Batik Air Dukung Kelancaran Layanan untuk Kebutuhan Obat-obatan

Senin, 20 April 2020 - 23:51 WIB
loading...
Batik Air Dukung Kelancaran...
Maskapai penerbangan Batik Air. Foto/SINDOnews
A A A
TANGERANG - Maskapai Batik Air, bagian dari Lion Air Group, mendukung kelancaran distribusi barang dan penanganan kargo terutama obat-obatan, dengan melayani penerbangan sewa tertentu (charter) dari Bandar Udara Internasional Xiaoshan Hangzhou, provinsi Zhejiang, Republik Rakyat China (HGH) menuju Indonesia melalui Bandar Udara Internasional Soekarno-Hatta, Tangerang, Banten (CGK).
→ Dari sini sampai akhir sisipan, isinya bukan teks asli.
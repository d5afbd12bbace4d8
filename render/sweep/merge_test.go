package sweep

import (
	"bytes"
	"context"
	"image"
	"image/color"
	"image/gif"
	"os"
	"path/filepath"
	"strings"
	"testing"

	"kerrscope/render/maps"
	"kerrscope/scene"
)

// Bookkeeping: the merged GIF has one frame per sweep frame, in order,
// with the asked delay, the palette of its map and the palette images'
// pixels; the spectra plot and the frame table are written; decorated
// figures of every frame have one size.
func TestMerge(t *testing.T) {
	dir := t.TempDir()
	p := testPlan(t, dir, []string{"spin=0.5:0.999:4:log1m"}, func(s *scene.Scene) {
		s.Screen.Width, s.Screen.Height = 32, 24
		s.Output.Maps = []string{"order", "redshift"}
		s.Output.Formats = []string{"png", "csv"}
	}, maps.Scales{})
	mustRun(t, p, Options{})
	files := dirFiles(t, dir, "frame-")
	var size image.Point
	for k := 0; k < 4; k++ {
		for _, name := range []string{"redshift.png", "order.png", "spectrum.png"} {
			b := decodePNG(t, files[p.framePrefix(k)+"-"+name]).Bounds().Size()
			if name == "redshift.png" {
				if k == 0 {
					size = b
				} else if b != size {
					t.Errorf("frame %d figure %v, frame 0 %v", k, b, size)
				}
			}
		}
	}
	paths, err := Merge(context.Background(), dir, MergeOptions{DelayMS: 250, Bare: true})
	if err != nil {
		t.Fatal(err)
	}
	want := []string{"sweep-frames.csv", "sweep-order.gif", "sweep-spectra.png"}
	if len(paths) != len(want) {
		t.Fatalf("wrote %v", paths)
	}
	for i, w := range want {
		if filepath.Base(paths[i]) != w {
			t.Errorf("wrote %v, want %v", paths, want)
		}
	}
	data, _ := os.ReadFile(filepath.Join(dir, "sweep-order.gif"))
	g, err := gif.DecodeAll(bytes.NewReader(data))
	if err != nil {
		t.Fatal(err)
	}
	if len(g.Image) != 4 || g.Config.Width != 32 || g.Config.Height != 24 || g.LoopCount != 0 {
		t.Fatalf("GIF: %d frames, %d×%d, loop %d", len(g.Image), g.Config.Width, g.Config.Height, g.LoopCount)
	}
	for k, im := range g.Image {
		if g.Delay[k] != 25 {
			t.Errorf("frame %d delay %d cs", k, g.Delay[k])
		}
		src := decodePNG(t, files[p.framePrefix(k)+"-order-indexed.png"]).(*image.Paletted)
		if !bytes.Equal(im.Pix, src.Pix) {
			t.Errorf("GIF frame %d differs from its palette image", k)
		}
		for i, c := range orderPalette(t) {
			if !sameColor(im.Palette[i], c) {
				t.Errorf("GIF frame %d palette entry %d is %v, want %v", k, i, im.Palette[i], c)
			}
		}
	}
	plot := decodePNG(t, mustRead(t, filepath.Join(dir, "sweep-spectra.png")))
	if b := plot.Bounds(); b.Dx() < 300 || b.Dy() < 200 {
		t.Errorf("spectra plot %v", b)
	}
	table := string(mustRead(t, filepath.Join(dir, "sweep-frames.csv")))
	if lines := strings.Split(strings.TrimSpace(table), "\n"); len(lines) != 6 || lines[1] != "frame,prefix,black_hole.spin" ||
		lines[2] != "0,frame-0000,0.5" || lines[5] != "3,frame-0003,0.999" {
		t.Errorf("table:\n%s", table)
	}

	// Refusals, each leaving the merged files as they were.
	for _, opt := range []MergeOptions{{DelayMS: 15}, {DelayMS: 5}, {GIFs: []string{"intensity"}}} {
		if _, err := Merge(context.Background(), dir, opt); err == nil {
			t.Errorf("%+v accepted", opt)
		}
	}
	if _, err := Merge(context.Background(), t.TempDir(), MergeOptions{}); err == nil || !strings.Contains(err.Error(), "no sweep manifest") {
		t.Errorf("empty directory: %v", err)
	}
	other := testPlan(t, dir, []string{"spin=0.5:0.999:5:log1m"}, func(s *scene.Scene) {
		s.Screen.Width, s.Screen.Height = 32, 24
	}, maps.Scales{})
	m := readManifestFile(t, filepath.Join(dir, "sweep-shard-1-of-1.json"))
	m.Shard = Shard{K: 2, N: 2}
	if m.Definition, err = other.definition(); err != nil {
		t.Fatal(err)
	}
	if err := m.write(dir); err != nil {
		t.Fatal(err)
	}
	if _, err := Merge(context.Background(), dir, MergeOptions{}); err == nil || !strings.Contains(err.Error(), "different sweeps") {
		t.Errorf("mixed manifests: %v", err)
	}
	if !bytes.Equal(mustRead(t, filepath.Join(dir, "sweep-order.gif")), data) {
		t.Error("a refused merge changed the GIF")
	}
	// No GIF at all.
	os.Remove(filepath.Join(dir, "sweep-shard-2-of-2.json"))
	if paths, err := Merge(context.Background(), dir, MergeOptions{GIFs: []string{}}); err != nil || len(paths) != 2 {
		t.Errorf("no GIFs: %v, %v", paths, err)
	}
}

func mustRead(t *testing.T, path string) []byte {
	t.Helper()
	data, err := os.ReadFile(path)
	if err != nil {
		t.Fatal(err)
	}
	return data
}

func readManifestFile(t *testing.T, path string) *manifest {
	t.Helper()
	m := readManifest(t, path)
	return &m
}

func orderPalette(t *testing.T) color.Palette {
	t.Helper()
	m, err := maps.Lookup("order")
	if err != nil {
		t.Fatal(err)
	}
	return m.Palette()
}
Batik Air penerbangan ID-8622 mengudara dari Soekarno-Hatta pukul 15.00 waktu setempat (Waktu Indonesia Barat, GMT+ 07) dan telah tiba di Hangzhau pukul 22.35 waktu setempat (China Standard Time, GMT+ 08).

"Penerbangan kembali dari Hangzhou nomor ID-8623 pukul 00.35 waktu setempat dan mendarat di Soekarno-Hatta pada 06.10 waktu setempat," ujar Chief Executive Officer (CEO) Batik Air Achmad Luthfie di Tangerang, Senin (20/4/2020).
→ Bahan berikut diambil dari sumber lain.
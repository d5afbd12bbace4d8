package maps

import (
	"context"
	"image"
	"math"
	"slices"
	"testing"

	"kerrscope/colormap"
	"kerrscope/render/internal/figure"
	"kerrscope/render/pixels"
	"kerrscope/scene"
)

// The table of maps and the scene's list of map names are the same list.
func TestTableMatchesSceneNames(t *testing.T) {
	if got := Names(); !slices.Equal(got, scene.MapNames) {
		t.Fatalf("maps table %v, scene.MapNames %v", got, scene.MapNames)
	}
	if _, err := Lookup("no-such-map"); err == nil {
		t.Error("Lookup of an unknown name succeeded")
	}
}

func sameColor(a, b interface{ RGBA() (r, g, b, a uint32) }) bool {
	r1, g1, b1, a1 := a.RGBA()
	r2, g2, b2, a2 := b.RGBA()
	return r1 == r2 && g1 == g2 && b1 == b2 && a1 == a2
}

// Bookkeeping: the palette images show what the pixel-exact images show:
// the same reserved colours exactly, the same categorical colours
// exactly, and continuous colours up to the palette's 254 levels.
func TestIndexedMatchesBare(t *testing.T) {
	s := scene.Default()
	s.Screen.Width, s.Screen.Height, s.Screen.FieldOfView = 48, 40, 40
	s.Observer.InclinationDeg = 75
	mass, dist, edd := 10.0, 8.0, 0.1 // a thermal disk, for the temperature maps
	s.Hole.MassSolar, s.Hole.DistanceKpc, s.Thermal.EddingtonRatio = &mass, &dist, &edd
	s.Output.Maps = scene.MapNames
	r, err := s.Resolve()
	if err != nil {
		t.Fatal(err)
	}
	f, err := pixels.RenderScene(context.Background(), r, nil)
	if err != nil {
		t.Fatal(err)
	}
	sc := AutoScales(f)
	sc.FluxMax = 1
	for _, name := range scene.MapNames {
		m, err := Lookup(name)
		if err != nil {
			t.Fatal(err)
		}
		bare := m.Image(f, sc)
		idx := m.Indexed(f, sc)
		continuous := name == "redshift" || name == "intensity" || name == "radius" || name == "delay" || name == "temperature" || name == "color-temperature" || name == scene.PolarisationMap
		seen := map[uint8]bool{}
		for k := 0; k < f.W*f.H; k++ {
			x, y := k%f.W, k/f.W
			i := idx.ColorIndexAt(x, y)
			seen[i] = true
			want, got := bare.RGBAAt(x, y), idx.Palette[i]
			reserved := i == colormap.NoHitIndex || i == colormap.ShadowIndex
			if !continuous || reserved {
				if !sameColor(want, got) {
					t.Fatalf("%s pixel %d: palette colour %v (index %d), bare %v", name, k, got, i, want)
				}
				continue
			}
			if want == colormap.NoHit || want == colormap.Shadow {
				t.Fatalf("%s pixel %d: bare is reserved %v, palette index %d", name, k, want, i)
			}
			r1, g1, b1, _ := got.RGBA()
			d := max(absDiff(r1>>8, uint32(want.R)), absDiff(g1>>8, uint32(want.G)), absDiff(b1>>8, uint32(want.B)))
			if d > 10 {
				t.Fatalf("%s pixel %d: palette colour %v, bare %v", name, k, got, want)
			}
		}
		if len(seen) < 3 {
			t.Errorf("%s: only %d palette entries used", name, len(seen))
		}
	}
}

func absDiff(a, b uint32) uint32 {
	if a > b {
		return a - b
	}
	return b - a
}

// gPositioner is GPosition with the logarithms of the bounds taken once:
// the same bits for every g.
func TestGPositionerEqualsGPosition(t *testing.T) {
	for _, sc := range []Scales{{GMin: 0.3, GMax: 1.7}, {GMin: 0.95, GMax: 1.05}, {GMin: 1 / 1.5, GMax: 1.5}} {
		pos := sc.gPositioner()
		for g := 0.01; g < 5; g *= 1.0071 {
			if a, b := sc.GPosition(g), pos(g); math.Float64bits(a) != math.Float64bits(b) {
				t.Fatalf("%+v: g = %v: gPositioner %v, GPosition %v", sc, g, b, a)
			}
		}
	}
}

// A map reads only the records it says it needs: from a frame that keeps
// only those, its image and figure are the same as from a frame that
// keeps every record (with the crossings an opaque disk hides).
func TestMapNeedsAreEnough(t *testing.T) {
	s := scene.Default()
	s.Screen.Width, s.Screen.Height = 40, 36
	r, err := s.Resolve()
	if err != nil {
		t.Fatal(err)
	}
	full, err := pixels.Render(context.Background(), r, nil, pixels.KeepAll|pixels.KeepBehind|pixels.KeepStokes)
	if err != nil {
		t.Fatal(err)
	}
	for _, name := range scene.MapNames {
		m, _ := Lookup(name)
		part, err := pixels.Render(context.Background(), r, nil, m.Needs())
		if err != nil {
			t.Fatal(err)
		}
		if part.Has(pixels.KeepAll) {
			t.Fatalf("%s: the frame kept every record although only %b was asked for", name, m.Needs())
		}
		if a, b := m.Image(full, Scales{}), m.Image(part, Scales{}); !slices.Equal(a.Pix, b.Pix) {
			t.Errorf("%s: images differ", name)
		}
		a, err := figure.DrawPanel(m.Panel(full, Scales{}), 0)
		if err != nil {
			t.Fatal(err)
		}
		b, err := figure.DrawPanel(m.Panel(part, Scales{}), 0)
		if err != nil {
			t.Fatal(err)
		}
		if !slices.Equal(a.Pix, b.Pix) {
			t.Errorf("%s: figures differ", name)
		}
		fa, err := m.Figure(full, Scales{}, m.Image(full, Scales{}))
		if err != nil {
			t.Fatal(err)
		}
		fb, err := m.Figure(part, Scales{}, m.Image(part, Scales{}))
		if err != nil {
			t.Fatal(err)
		}
		if !slices.Equal(fa.(*image.RGBA).Pix, fb.(*image.RGBA).Pix) {
			t.Errorf("%s: drawn figures differ", name)
		}
	}
}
Batik Air mengoperasikan pesawat Airbus 320-200 registrasi PK-LUK. Penerbangan ini membawa 17 awak pesawat serta total 1.293 box dengan berat 8.569 kg obat-obatan. Seluruh kargo telah menjalani pemeriksaan, pengawasan ketat dan dikemas menurut standar yang berlaku.
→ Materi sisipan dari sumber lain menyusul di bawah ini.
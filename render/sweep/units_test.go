package sweep

import (
	"bytes"
	"context"
	"math"
	"os"
	"path/filepath"
	"testing"

	"kerrscope/render/outputs"
	"kerrscope/render/pixels"
	"kerrscope/scene"
)

func TestReadSpectrumUnits(t *testing.T) {
	// The merged spectra plot reads each frame's table back: the numbers
	// as written, and whether they are physical (the table's header).
	s := scene.Default()
	s.Screen.Width, s.Screen.Height = 24, 24
	rel, err := s.Resolve()
	if err != nil {
		t.Fatal(err)
	}
	mass, dist, lum := 3.1e7, 8.0, 1e35
	s.Hole.MassSolar, s.Hole.DistanceKpc, s.Emission.LineLuminosityErgS = &mass, &dist, &lum
	phys, err := s.Resolve()
	if err != nil {
		t.Fatal(err)
	}
	f, err := pixels.Render(context.Background(), rel, nil)
	if err != nil {
		t.Fatal(err)
	}
	spec := f.Spectrum()
	peak := func(v []float64) float64 {
		m := 0.0
		for _, x := range v {
			m = math.Max(m, x)
		}
		return m
	}
	var peaks [2]float64
	for i, r := range []scene.Resolved{rel, phys} {
		var b bytes.Buffer
		if err := outputs.WriteCSV(&b, &spec, "t", r); err != nil {
			t.Fatal(err)
		}
		path := filepath.Join(t.TempDir(), "s.csv")
		if err := os.WriteFile(path, b.Bytes(), 0o644); err != nil {
			t.Fatal(err)
		}
		_, _, _, flux, physical, err := readSpectrum(path)
		if err != nil {
			t.Fatal(err)
		}
		if physical != (i == 1) {
			t.Errorf("table %d read as physical = %v", i, physical)
		}
		peaks[i] = peak(flux)
	}
	if want := peaks[0] * phys.SpectrumPerUnit(); math.Abs(peaks[1]/want-1) > 1e-8 {
		t.Errorf("physical peak %v, want %v", peaks[1], want)
	}
}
"Penerbangan ini bertujuan untuk mendukung program pemerintah sejalan kelancaran distribusi kargo, membantu misi kemanusiaan di tengah pandemik wabah coronavirus disease (Covid-19)," ungkap Achmad.

Pada kesempatan ini, Batik Air mengucapkan terima kasih atas kerjasama dan dukungan pemerintah, pengelola bandar udara, pengatur lalu lintas udara, profesional awak pesawat, serta dukungan dari berbagai pihak, sehingga penerbangan dapat berjalan lancar.

Penerbangan dioperasikan sesuai standar operasional prosedur (SOP) dengan tetap mengutamakan aspek keselamatan dan keamanan (safety first).

"Batik Air tetap melakukan penyemperotan cairan khusus (disinfektan) pada seluruh kemasan kargo yang diangkut, meliputi sebelum masuk dalam pesaat (loading) dan setelah dikeluarkan dari pesawat (unloading)," lanjutnya.

Dalam optimalisasi pengangkutan kargo tersebut, Batik Air memaksimalkan tingkat keterisian pada ruang penyimpanan bagian bawah (cargo compartment) dan tempat bagasi dalam kabin serta ruang kabin dengan kargo yang diperbolehkan diangkut atau dimuat di kabin pesawat atau general cargo.

Achmad menyampaikan, bahwa operasional ini sesuai surat edaran dari regulator yaitu Kementerian Perhubungan SE No. 17 Tahun 2020, yang memperbolehkan pesawat kategori layanan penumpang dapat mengangkut kargo pada kabin pesawat tanpa membawa membawa tamu (penumpang).

Untuk operasional penerbangan, sterilisasi dan kebersihan pesawat terus dilakukan serta ditingkatkan. Proses pembersihan pesawat meliputi aircraft interior exterior cleaning (AIEC), terdiri dari Aircraft Interior Cleaning (membersihkan bagian dalam pesawat) dan Aircraft Exterior Cleaning (membersihkan bagian luar pesawat).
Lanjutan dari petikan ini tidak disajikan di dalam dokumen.